━━ Extracted material ━━

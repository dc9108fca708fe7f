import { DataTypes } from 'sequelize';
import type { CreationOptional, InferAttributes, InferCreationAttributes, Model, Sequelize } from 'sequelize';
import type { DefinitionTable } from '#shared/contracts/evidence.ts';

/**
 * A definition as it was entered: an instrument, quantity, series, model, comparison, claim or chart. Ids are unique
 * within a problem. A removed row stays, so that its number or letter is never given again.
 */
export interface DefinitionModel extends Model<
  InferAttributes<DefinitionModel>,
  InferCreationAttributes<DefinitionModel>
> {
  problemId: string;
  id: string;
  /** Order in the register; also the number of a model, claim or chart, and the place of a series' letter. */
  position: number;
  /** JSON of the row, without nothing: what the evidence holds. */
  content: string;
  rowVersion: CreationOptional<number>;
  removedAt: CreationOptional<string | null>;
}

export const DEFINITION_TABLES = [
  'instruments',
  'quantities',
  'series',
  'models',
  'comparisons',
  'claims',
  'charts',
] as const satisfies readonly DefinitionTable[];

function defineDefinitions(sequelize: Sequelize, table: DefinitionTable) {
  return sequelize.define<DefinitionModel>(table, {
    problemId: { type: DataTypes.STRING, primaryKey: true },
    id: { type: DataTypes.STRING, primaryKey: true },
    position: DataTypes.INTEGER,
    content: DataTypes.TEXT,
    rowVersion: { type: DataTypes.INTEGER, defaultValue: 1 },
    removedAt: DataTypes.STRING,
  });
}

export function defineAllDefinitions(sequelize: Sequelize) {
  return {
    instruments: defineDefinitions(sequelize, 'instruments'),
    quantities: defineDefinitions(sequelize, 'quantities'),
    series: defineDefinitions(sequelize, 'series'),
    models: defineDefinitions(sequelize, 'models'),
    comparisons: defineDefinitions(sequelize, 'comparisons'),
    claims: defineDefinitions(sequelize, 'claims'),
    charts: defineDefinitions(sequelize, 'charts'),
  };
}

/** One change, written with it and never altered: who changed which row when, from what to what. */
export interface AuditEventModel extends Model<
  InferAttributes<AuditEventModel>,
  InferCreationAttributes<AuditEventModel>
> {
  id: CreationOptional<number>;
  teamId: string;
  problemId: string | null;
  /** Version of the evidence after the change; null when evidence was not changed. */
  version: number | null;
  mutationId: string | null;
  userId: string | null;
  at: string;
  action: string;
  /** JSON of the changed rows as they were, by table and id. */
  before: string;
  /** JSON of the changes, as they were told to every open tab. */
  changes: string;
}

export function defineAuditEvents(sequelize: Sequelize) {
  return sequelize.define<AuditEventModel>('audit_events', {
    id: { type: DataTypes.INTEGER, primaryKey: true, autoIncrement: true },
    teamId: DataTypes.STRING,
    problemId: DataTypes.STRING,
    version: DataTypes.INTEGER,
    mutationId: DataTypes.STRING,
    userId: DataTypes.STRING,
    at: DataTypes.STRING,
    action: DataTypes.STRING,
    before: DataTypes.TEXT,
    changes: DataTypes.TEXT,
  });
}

━━━

_Your goal_
If a line in the records above has the word "import", copy it.

_Exercise answer_
import { DataTypes } from 'sequelize';
import type { CreationOptional, InferAttributes, InferCreationAttributes, Model, Sequelize } from 'sequelize';
import type { DefinitionTable } from '#shared/contracts/evidence.ts';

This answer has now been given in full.